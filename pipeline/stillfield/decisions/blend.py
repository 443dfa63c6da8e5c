"""Blend: how far distillate would reach if raw water were mixed in up to a taste limit; for information only."""

from __future__ import annotations

from dataclasses import dataclass

import numpy as np
from numpy.typing import ArrayLike, NDArray

from stillfield.errors import DecisionError
from stillfield.physics.brine import density

Array = NDArray[np.float64]


@dataclass(frozen=True)
class TasteLimit:
    """A concentration from which water begins to taste.

    Attributes
    ----------
    name : str
        Name in a run file.
    limit_mg_l : float
        [mg L-1]
    meaning, source : str
        What it says of the water, and where it is printed.
    """

    name: str
    limit_mg_l: float
    meaning: str
    source: str


_WHO = "WHO, Guidelines for Drinking-water Quality, acceptability aspects; quoted from memory"

#: Taste, not health: no health-based value is set for either.
TASTE_LIMITS = {
    limit.name: limit
    for limit in (
        TasteLimit("dissolved-solids-good", 600.0, "taste generally considered good below", _WHO),
        TasteLimit("dissolved-solids-poor", 1000.0, "increasingly unpalatable above", _WHO),
        TasteLimit("chloride", 250.0, "chloride increasingly likely to be tasted above", _WHO),
    )
}

#: Chloride in sea salt, by mass: 19.35 of 35.17 g in a kilogram of reference seawater.
#: (Millero et al. 2008, Deep-Sea Res. I 55:50, reference composition; quoted from memory)
CHLORIDE_SHARE_OF_SEA_SALT = 0.550

BLEND_CAUTION = (
    "For information only: blending holds only if the raw water is otherwise safe to drink. What a still removes "
    "besides salt (germs, arsenic, fluoride, nitrate, metals) comes back with every litre of raw water; have the "
    "raw water and the blend tested."
)


@dataclass(frozen=True)
class Blend:
    """How far distillate would reach if raw water were mixed in up to a taste limit.

    Attributes
    ----------
    limit_mg_l : float
        [mg L-1]
    raw_share : ndarray
        Largest share of raw water in the blend by volume; 1 where raw water alone keeps the limit. [1]
    litres_per_litre : ndarray
        Litres of blend from a litre of distillate; infinite where raw water alone keeps the limit. [L L-1]
    caution : str
        To be shown with the figures.
    """

    limit_mg_l: float
    raw_share: Array
    litres_per_litre: Array
    caution: str = BLEND_CAUTION


def salinity_mg_l(salinity_g_kg: ArrayLike, temperature_c: float = 25.0) -> Array:
    """Dissolved salt of a litre from that of a kilogram.

    Parameters
    ----------
    salinity_g_kg : float or array_like
        Sea salt or sodium chloride. [g kg-1]
    temperature_c : float
        [degC]

    Returns
    -------
    ndarray
        [mg L-1]

    Examples
    --------
    Seawater of 35 g/kg weighs 1.023 kg a litre at 25 °C:

    >>> round(float(salinity_mg_l(35.0)), -2)
    35800.0
    """
    salinity = np.asarray(salinity_g_kg, dtype=np.float64)
    known = np.where(np.isnan(salinity), 0.0, salinity)
    return np.asarray(salinity * np.asarray(density(temperature_c, known)))


def blend_under(limit: str | float, raw_mg_l: ArrayLike, *, distillate_mg_l: float = 0.0) -> Blend:
    """Raw water that could be mixed with distillate before the blend passes a taste limit.

    With volumes that add up, a share x of raw water gives x s + (1 - x) d, hence x = (L - d) / (s - d) and
    1 / (1 - x) litres of blend from a litre of distillate. Nothing but the mass balance of the salt; whether the
    raw water may be drunk at all is another matter, see `BLEND_CAUTION`.

    Parameters
    ----------
    limit : str or float
        A name of `TASTE_LIMITS`, or a concentration L. [mg L-1]
    raw_mg_l : float or array_like
        Concentration s of the same substance in the raw water; NaN where unknown. [mg L-1]
    distillate_mg_l : float
        Concentration d in the distillate. [mg L-1]

    Returns
    -------
    Blend
        Arrays of the shape of `raw_mg_l`, NaN where it is.

    Raises
    ------
    DecisionError
        For an unknown limit, a negative concentration, or distillate that passes the limit itself.

    Examples
    --------
    Well water of 3 g/L and distillate of 20 mg/L, to 600 mg/L:

    >>> round(float(blend_under("dissolved-solids-good", 3000.0, distillate_mg_l=20.0).litres_per_litre), 3)
    1.242
    """
    if isinstance(limit, str):
        if limit not in TASTE_LIMITS:
            raise DecisionError("no such taste limit", where="blend", got=limit, wanted=", ".join(TASTE_LIMITS))
        limit = TASTE_LIMITS[limit].limit_mg_l
    raw = np.asarray(raw_mg_l, dtype=np.float64)
    if (raw < 0.0).any() or not 0.0 <= distillate_mg_l < limit:
        raise DecisionError(
            "concentrations cannot be blended", where="blend", got=f"distillate {distillate_mg_l:g}, limit {limit:g}",
            wanted="raw water of 0 mg/L or more, and distillate below the limit",
        )
    within = raw <= limit
    share = np.where(within, 1.0, (limit - distillate_mg_l) / np.where(within, np.inf, raw - distillate_mg_l))
    litres = np.where(within, np.inf, 1.0 / np.where(within, 1.0, 1.0 - share))
    return Blend(float(limit), np.asarray(share), np.asarray(litres))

### WHAT YOU NEED TO DO
Using the entries above, quote each line verbatim from the first through the line that contains "meaning, source : str".

### SOLUTION TO THE EXERCISE
filename pipeline/stillfield/decisions/blend.py
repository 443dfa63c6da8e5c
"""Blend: how far distillate would reach if raw water were mixed in up to a taste limit; for information only."""

from __future__ import annotations

from dataclasses import dataclass

import numpy as np
from numpy.typing import ArrayLike, NDArray

from stillfield.errors import DecisionError
from stillfield.physics.brine import density

Array = NDArray[np.float64]


@dataclass(frozen=True)
class TasteLimit:
    """A concentration from which water begins to taste.

    Attributes
    ----------
    name : str
        Name in a run file.
    limit_mg_l : float
        [mg L-1]
    meaning, source : str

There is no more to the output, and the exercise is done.